The cooperation under the SPP is mainly in the areas of disaster management and environmental protection, which are in our national interest. Our security apparatus alone cannot handle those issues. The SPP could have been an opportunity for us had we negotiated with the Americans better. 

Obviously, there is growing competition among the major powers, but we should see this as an opportunity. Until and unless the state mechanisms are strong, there will always be policy inconsistencies. In the conduct of our foreign policy, we should practice strategic autonomy by taking our closest neighbors India and China into confidence. 

It is also important that our politicians mend their ways. For instance, a few months back, when Chinese Foreign Minister Wang Yi was in Nepal, Prime Minister Sher Bahadur Deuba categorically told him that Nepal would not take loans for BRI projects. The prime minister should have avoided such polarizing statements. The same message could have been conveyed at the bureaucratic level. 

Non-state actors setting the terms of debate 

Apekshya Shah, Assistant professor, Department of International Relations and Diplomacy, Tribhuvan University

The Indo-Pacific Strategy has come under fire due to the negative narratives around it and its military component. Controversies surrounding the MCC and the SPP also demonstrate how non-state actors such as media and social media are complicating the space of foreign policy and diplomacy, traditionally dominated by state actors. Misinformation and disinformation have become a cause for concern, which the government must address. 

Lack of a national consensus on foreign policy is the second point to consider. This is critical for any country, we have witnessed the consequences of lack of consensus and politicization of foreign policy. While a policy document is vital, diplomacy is even more important for its implementation. 

In order to balance the interests of all parties involved, we will need even more diplomatic agility. Even in the recent SPP debacle, there was a clear diplomatic mismanagement. 
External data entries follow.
"""Places the panels and connects them; nothing else."""

from __future__ import annotations

from pathlib import Path

from PySide6.QtCore import Qt, QTimer
from PySide6.QtGui import QCloseEvent, QDragEnterEvent, QDropEvent, QShowEvent
from PySide6.QtWidgets import (
    QApplication,
    QHBoxLayout,
    QInputDialog,
    QMainWindow,
    QMenu,
    QScrollArea,
    QSplitter,
    QVBoxLayout,
    QWidget,
)

from gui import actions, edits, icons
from gui.dialogs.notes import NotesDialog
from gui.dialogs.report import AboutDialog, BugReport, KeysDialog
from gui.files import Files
from gui.panels.ends_up import TABS, EndsUp
from gui.panels.going_in import GoingIn
from gui.panels.header import Header
from gui.panels.held_fixed import HeldFixed
from gui.panels.may_form import MayForm
from gui.panels.notice import Notice
from gui.panels.what_if import WhatIf
from gui.preferences import Preferences
from gui.session import Session
from gui.theme import GRID, Theme

LEFT_WIDTH = 412


class Window(QMainWindow):
    """The one window: what goes in at the left, where it ends up at the right."""

    def __init__(self, session: Session, theme: Theme, preferences: Preferences) -> None:
        super().__init__()
        self.session = session
        self.theme = theme
        self.preferences = preferences
        self.files = Files(session, preferences, self)
        self.setWindowIcon(icons.program_icon())
        self.setAcceptDrops(True)
        self.setMinimumSize(1000, 620)
        self._painted = False
        self.going_in = GoingIn(session, theme)
        self.held_fixed = HeldFixed(session)
        self.may_form = MayForm(session, theme)
        self.ends_up = EndsUp(session, theme)
        self.what_if = WhatIf(session, theme)
        self.actions_by_name = actions.build(self, self._callbacks())
        self.header = Header(session, theme, self.actions_by_name)
        self._place()
        self._connect()
        self._retitle()
        self._follow_stack()
        if preferences.geometry is not None:
            self.restoreGeometry(preferences.geometry)
        else:
            room = self.screen().availableSize()
            self.resize(min(1440, room.width()), min(900, room.height()))

    def _place(self) -> None:
        page = QWidget()
        self.notice = Notice(page)
        page.setObjectName("page")
        outer = QVBoxLayout(page)
        outer.setContentsMargins(0, 0, 0, 0)
        outer.setSpacing(0)
        outer.addWidget(self.header)
        below = QHBoxLayout()
        below.setContentsMargins(GRID * 2, GRID * 2, GRID * 2, GRID * 2)
        below.setSpacing(GRID)
        inner = QWidget()
        inner.setFixedWidth(LEFT_WIDTH)
        column = QVBoxLayout(inner)
        column.setContentsMargins(0, 0, 0, 0)
        column.setSpacing(GRID * 2)
        self.going_in.setMinimumHeight(184)
        column.addWidget(self.going_in, 5)
        column.addWidget(self.held_fixed, 0)
        column.addWidget(self.may_form, 4)
        # Where the screen is too low for all that is typed in, it is scrolled, not squeezed.
        left = QScrollArea()
        left.setWidgetResizable(True)
        left.setFocusPolicy(Qt.FocusPolicy.NoFocus)
        left.setHorizontalScrollBarPolicy(Qt.ScrollBarPolicy.ScrollBarAlwaysOff)
        left.setFixedWidth(LEFT_WIDTH + GRID)
        left.setWidget(inner)
        self.right = QSplitter(Qt.Orientation.Vertical)
        self.right.setHandleWidth(GRID * 2)
        self.right.setChildrenCollapsible(False)
        self.right.addWidget(self.ends_up)
        self.right.addWidget(self.what_if)
        self.right.setStretchFactor(0, 55)
        self.right.setStretchFactor(1, 45)
        below.addWidget(left)
        below.addWidget(self.right, 1)
        outer.addLayout(below, 1)
        self.setCentralWidget(page)

    def _connect(self) -> None:
        session = self.session
        session.messages.told.connect(self.notice.tell)
        session.messages.bug.connect(lambda _: self.files.recovery.keep())
        session.messages.bug.connect(self._show_bug)
        session.file_changed.connect(self._retitle)
        session.document_changed.connect(self._retitle)
        stack = session.undo_stack
        stack.indexChanged.connect(lambda _: self._follow_stack())
        self.header.recent.aboutToShow.connect(lambda: self._fill_recent(self.header.recent))
        self.ends_up.copy_button.clicked.connect(self.copy_view)
        self.held_fixed.gas.details.clicked.connect(self.actions_by_name["tab_gas"].trigger)

    def _callbacks(self):  # type: ignore[no-untyped-def]
        session, files = self.session, self.files
        return {
            "new": files.new,
            "open": files.open,
            "recent": self.popup_recent,
            "save": files.save,
            "save_as": files.save_as,
            "quit": self.close,
            "undo": session.undo_stack.undo,
            "redo": session.undo_stack.redo,
            "copy_view": self.copy_view,
            "add_stream": lambda: self.going_in.add_stream(),
            "remove_stream": lambda: self._stream("remove"),
            "stream_up": lambda: self._stream("move", -1),
            "stream_down": lambda: self._stream("move", 1),
            "add_restriction": self.held_fixed.restrictions.add_line,
            "add_case": lambda: session.edit(edits.add_case(session.document), "add case"),
            "duplicate_case": lambda: session.edit(
                edits.duplicate_case(session.document), "duplicate case"
            ),
            "rename_case": self.rename_case,
            "notes": lambda: self._show(NotesDialog(self.session, self)),
            "delete_case": lambda: session.edit(edits.delete_case(session.document), "delete case"),
            "next_case": lambda: self._step_case(1),
            "previous_case": lambda: self._step_case(-1),
            "go_in": lambda: self.going_in.focus_first(),
            "go_fixed": lambda: self.held_fixed.menu.setFocus(),
            "go_form": lambda: self.may_form.view.setFocus(),
            "go_end": lambda: self.ends_up.current_table().setFocus(),
            "go_what_if": lambda: self.what_if.T_from.setFocus(),
            "tab_composition": lambda: self.ends_up.show_tab("Composition"),
            "tab_phases": lambda: self.ends_up.show_tab("Phases"),
            "tab_reactions": lambda: self.ends_up.show_tab("Reactions"),
            "tab_energy": lambda: self.ends_up.show_tab("Energy"),
            "tab_proof": lambda: self.ends_up.show_tab("Proof"),
            "tab_gas": lambda: self.ends_up.show_tab("Gas"),
            "log_plot": lambda: self.what_if.set_logarithmic(not session.case.plot.logarithmic),
            "log_bars": lambda: self.ends_up.toggle_bars(),
            "theme": self.next_theme,
            "stop": self.stop,
            "menu": lambda: self.header.menu_button.showMenu(),
            "keys": lambda: self._show(KeysDialog(actions.key_list(), self)),
            "about": lambda: self._show(AboutDialog(self)),
        }

    # -- what the actions do

    def _stream(self, what: str, *args: int) -> None:
        section = self.going_in.current_section()
        if section is not None:
            getattr(section, what)(*args)

    def _step_case(self, step: int) -> None:
        count = len(self.session.project.cases)
        self.session.look_at((self.session.document.index + step) % count)

    def rename_case(self) -> None:
        """Ask for the case's name."""
        name, ok = QInputDialog.getText(
            self, "Rename the case", "Name of the case", text=self.session.case.name
        )
        if ok and name.strip():
            document = edits.rename_case(self.session.document, name.strip())
            self.session.edit(document, "rename case")

    def copy_view(self) -> None:
        """Put the view of the end state that is looked at on the clipboard."""
        self.ends_up.copy()
        title = TABS[self.ends_up.tabs.currentIndex()]
        self.session.messages.note(f"{title}: copied, ready for a spreadsheet.")

    def next_theme(self) -> None:
        """As the system, light, dark, and round again."""
        order = ("system", "light", "dark")
        choice = order[(order.index(self.theme.choice) + 1) % 3]
        self.theme.choose(choice)
        self.preferences.theme = choice
        self.session.messages.note(f"Theme: {'as the system' if choice == 'system' else choice}.")

    def stop(self) -> None:
        """Stop whatever computes."""
        if not self.session.is_idle():
            self.session.cancel()
        if not self.what_if.is_idle():
            self.what_if.cancel()
        self.ends_up.gas.beside.cancel()

    def popup_recent(self) -> None:
        """Show the recent files."""
        menu = self.header.recent
        menu.popup(self.header.mapToGlobal(self.header.rect().bottomLeft()))

    def _fill_recent(self, menu: QMenu) -> None:
        menu.clear()
        for path in self.preferences.recent():
            action = menu.addAction(path.name)
            action.setToolTip(str(path))
            action.triggered.connect(lambda _=False, p=path: self.files.open_path(p))
        if menu.isEmpty():
            menu.addAction("No recent files").setEnabled(False)
            return
        menu.addSeparator()
        menu.addAction("Forget these").triggered.connect(self.preferences.clear_recent)

    def _show(self, dialog) -> None:  # type: ignore[no-untyped-def]
        dialog.setAttribute(Qt.WidgetAttribute.WA_DeleteOnClose)
        dialog.open()

    def _show_bug(self, text: str) -> None:
        self._show(BugReport(text, self))

    # -- title, stack, window events

    def _retitle(self) -> None:
        self.setWindowTitle(f"{self.files.name()}[*] – Thalweg")
        self.setWindowModified(self.session.modified)
        if self.session.path:
            self.setWindowFilePath("")

    def _follow_stack(self) -> None:
        stack = self.session.undo_stack
        for name, can, text in (
            ("undo", stack.canUndo(), stack.undoText()),
            ("redo", stack.canRedo(), stack.redoText()),
        ):
            action = self.actions_by_name[name]
            action.setEnabled(can)
            words = name.capitalize()
            action.setText(f"{words} {text}".strip())
            action.setIconText(words)
            action.setToolTip(f"{action.text()} ({action.shortcut().toString()})")

    def showEvent(self, event: QShowEvent) -> None:
        """Bring in the plot once the window is seen."""
        super().showEvent(event)
        if not self._painted:
            self._painted = True
            self._share_height()
            QTimer.singleShot(0, self, self._after_first_paint)

    def _share_height(self) -> None:
        """Answer and plot share the height as 56 to 44 until the user moves the line."""
        height = self.right.height()
        self.right.setSizes([round(height * 0.56), round(height * 0.44)])

    def _after_first_paint(self) -> None:
        QApplication.processEvents()
        self.what_if.load_plot()
        self._share_height()
        self.going_in.focus_first()

    def closeEvent(self, event: QCloseEvent) -> None:
        """Ask about unsaved changes; then wait for the workers."""
        if not self.files.may_leave():
            event.ignore()
            return
        self.preferences.geometry = self.saveGeometry()
        self.files.recovery.forget()
        self.shut()
        super().closeEvent(event)

    def is_idle(self) -> bool:
        """Whether all that is shown is as new as it will get."""
        return (
            self.session.is_idle() and self.what_if.is_idle() and self.ends_up.gas.beside.is_idle()
        )

    def shut(self) -> None:
        """Stop all work in the background."""
        self.what_if.close_jobs()
        self.ends_up.gas.beside.close_jobs()
        self.session.close()

    def dragEnterEvent(self, event: QDragEnterEvent) -> None:
        """Take a single file."""
        if dropped(event) is not None:
            event.acceptProposedAction()

    def dropEvent(self, event: QDropEvent) -> None:
        """Open the file that was dropped."""
        path = dropped(event)
        if path is not None:
            event.acceptProposedAction()
            self.files.open_path(path)


def dropped(event: QDropEvent) -> Path | None:
    """The one file that is dragged, if it is one."""
    urls = event.mimeData().urls()
    if len(urls) == 1 and urls[0].isLocalFile():
        return Path(urls[0].toLocalFile())
    return None
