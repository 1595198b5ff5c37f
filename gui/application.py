"""Makes the Qt application and the window, with the user's preferences."""

from __future__ import annotations

from collections.abc import Sequence
from typing import TYPE_CHECKING

from PySide6.QtWidgets import QApplication

from gui.edits import blank_project
from gui.preferences import Preferences
from gui.session import Session, settle_case
from gui.theme import Theme
from gui.window import Window

if TYPE_CHECKING:
    from gui.session import Settle


def make(
    arguments: Sequence[str],
    preferences: Preferences | None = None,
    settle: Settle = settle_case,
    theme: str | None = None,
) -> tuple[QApplication, Window]:
    """The application (the running one, if there is one) and a window that is not yet shown."""
    app = QApplication.instance() or QApplication(list(arguments))
    assert isinstance(app, QApplication)
    app.setApplicationName("Thalweg")
    app.setDesktopFileName("thalweg")
    preferences = preferences or Preferences()
    window = Window(Session(settle), Theme(app, theme or preferences.theme), preferences)
    window.session.open_document(blank_project(), None)
    return app, window
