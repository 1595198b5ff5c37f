"""An answer as rows of figures for the eye: units picked, shares taken, nothing settled here."""

from __future__ import annotations

from dataclasses import dataclass
from typing import Any

from solver.project.model import Case, Quantity
from solver.project.units import UnitError, canonical, from_si

_ABSOLUTE = {"barg": "bar", "mbarg": "mbar", "kPag": "kPa", "MPag": "MPa", "psig": "psi"}


@dataclass(frozen=True, slots=True)
class Units:
    """The units an answer is shown in."""

    T: str = "degC"
    p: str = "bar"
    amount: str = "mol"
    mass: str = "kg"
    flow: bool = False

    def amount_of(self, si: float) -> float:
        """mol or mol/s in the unit shown."""
        return from_si(si, self.amount, "amount_flow" if self.flow else "amount")

    def mass_of(self, si: float) -> float:
        """kg or kg/s in the unit shown."""
        return from_si(si, self.mass, "mass_flow" if self.flow else "mass")


def something_fed(case: Case) -> bool:
    """Whether anything at all is typed into a stream."""
    return any(a.species.strip() or a.value != "" for s in case.streams for a in s.amounts)


def units_for(case: Case, answer: Any) -> Units:
    """Units like those that were typed; pressures absolute."""
    held = case.fixed.values
    T = _typed([held.get("T"), *(s.T for s in case.streams)], "temperature", "degC")
    p = _typed([held.get("p"), *(s.p for s in case.streams)], "pressure", "bar")
    flow = answer is not None and answer.basis == "flow"
    total = sum(answer.end.amounts.values()) if answer is not None else 0.0
    if flow:
        return Units(T, _ABSOLUTE.get(p, p), "kmol/h", "kg/h", True)
    large = total >= 1e4
    return Units(T, _ABSOLUTE.get(p, p), "kmol" if large else "mol", "kg", False)


def _typed(quantities: list[Quantity | None], kind: str, default: str) -> str:
    for quantity in quantities:
        if quantity is None or isinstance(quantity.value, str):
            continue
        try:
            return canonical(quantity.unit, kind)
        except UnitError:
            continue
    return default


def scaled(si: float, steps: tuple[tuple[float, str], ...]) -> tuple[float, str]:
    """`si` in the largest of the units whose factor it reaches; steps from small to large."""
    size = abs(si)
    # Nothing is said in the unit of the middle: 0 kJ, 0 kW.
    chosen = steps[0] if size else steps[min(1, len(steps) - 1)]
    for factor, unit in steps:
        if size >= factor * 0.9995:
            chosen = (factor, unit)
    return si / chosen[0], chosen[1]


ENERGY = ((1.0, "J"), (1e3, "kJ"), (1e6, "MJ"), (1e9, "GJ"))
POWER = ((1.0, "W"), (1e3, "kW"), (1e6, "MW"), (1e9, "GW"))
ENTROPY = ((1.0, "J/K"), (1e3, "kJ/K"), (1e6, "MJ/K"))
ENTROPY_FLOW = ((1.0, "W/K"), (1e3, "kW/K"), (1e6, "MW/K"))
VOLUME = ((1e-6, "mL"), (1e-3, "L"), (1.0, "m3"))
VOLUME_FLOW = ((1.0 / 3600, "m3/h"), (1.0, "m3/s"))


def energy(si: float, flow: bool) -> tuple[float, str]:
    """J or W, scaled."""
    return scaled(si, POWER if flow else ENERGY)


def entropy(si: float, flow: bool) -> tuple[float, str]:
    """J/K or W/K, scaled."""
    return scaled(si, ENTROPY_FLOW if flow else ENTROPY)


def volume(si: float, flow: bool) -> tuple[float, str]:
    """m3, or m3/s shown per hour up to a hundred thousand."""
    if flow:
        return (si * 3600, "m3/h") if abs(si) * 3600 < 1e6 else (si, "m3/s")
    return scaled(si, VOLUME)


@dataclass(frozen=True, slots=True)
class SpeciesRow:
    """One species in one phase; shares are of the fluid, or of the whole for condensed ones."""

    key: str
    name: str
    phase: str
    amount: float
    share: float
    mass_share: float
    outside: bool


@dataclass(frozen=True, slots=True)
class FluidRows:
    """A gas or a liquid of the equation of state: its share of all moles, and what is in it."""

    name: str
    share: float
    rows: tuple[SpeciesRow, ...]


@dataclass(frozen=True, slots=True)
class PhaseRow:
    """One phase at the end: mol and kg (per second on a flow basis) and shares of the whole."""

    name: str
    amount: float
    share: float
    mass: float
    mass_share: float


def composition(end: Any) -> tuple[list[FluidRows], list[SpeciesRow]]:
    """Fluid phases and condensed rows, the most abundant first; absent condensed ones left out."""
    total, mass = _totals(end.species, end.amounts)
    by_key = {sp.key: sp for sp in end.species}
    outside = set(end.outside_range)

    def row(sp: Any, n: float, of: float, of_mass: float) -> SpeciesRow:
        return SpeciesRow(
            sp.key,
            sp.name,
            sp.phase,
            n,
            n / of if of else 0.0,
            n * sp.molar_mass / of_mass if of_mass else 0.0,
            sp.key in outside,
        )

    by_amount = lambda r: (-r.amount, r.key)  # noqa: E731
    fluids, others = [], []
    for name, held in end.phases.items():
        if name in by_key:
            others.append(row(by_key[name], held[name], total, mass))
            continue
        members = [by_key[key] for key in held]
        own, own_mass = _totals(members, held)
        rows = sorted((row(sp, held[sp.key], own, own_mass) for sp in members), key=by_amount)
        fluids.append(FluidRows(name, own / total, tuple(rows)))
    return fluids, sorted(others, key=by_amount)


def phases(end: Any) -> list[PhaseRow]:
    """The phases that are present."""
    total, mass = _totals(end.species, end.amounts)
    by_key = {sp.key: sp for sp in end.species}
    rows = []
    for name, held in end.phases.items():
        amount, kilograms = _totals([by_key[key] for key in held], held)
        rows.append(PhaseRow(name, amount, amount / total, kilograms, kilograms / mass))
    return rows


def _totals(species: Any, amounts: Any) -> tuple[float, float]:
    pairs = [(amounts[sp.key], sp.molar_mass) for sp in species]
    return sum(n for n, _ in pairs), sum(n * m for n, m in pairs)


def stream_shares(stream: Any) -> tuple[float | None, ...]:
    """Mole fraction of each row's species within its stream; () while it cannot be read."""
    import species_db
    from solver.project.streams import read_stream

    library = species_db.load()
    read = read_stream(stream, library, "", [])
    if read is None or not read.feed:
        return ()
    total = sum(read.feed.values())
    out: list[float | None] = []
    for amount in stream.amounts:
        text = amount.species.strip()
        out.append(read.feed.get(library[text], 0.0) / total if text else None)
    return tuple(out)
It is important for Nepal to distinguish between military diplomacy and defense diplomacy. Military diplomacy is peace-time use of armed forces to achieve national and international goals. A country’s defense policy includes more than just the military, from the defense ministry, National Security Council, to Parliament. Military diplomacy has thus become a component of larger defense diplomacy initiatives. Previously, the military was under the supervision of the king who solely handled military diplomacy, but the context has changed since 2007. In these circumstances, it is vital for all parties involved to clarify how military-related diplomatic activities should be carried out and what role the Nepal Army plays. 

The SPP was a diplomatic opportunity for Nepal to negotiate and achieve its defense interests, but neither the government nor the people were able to discuss and understand it.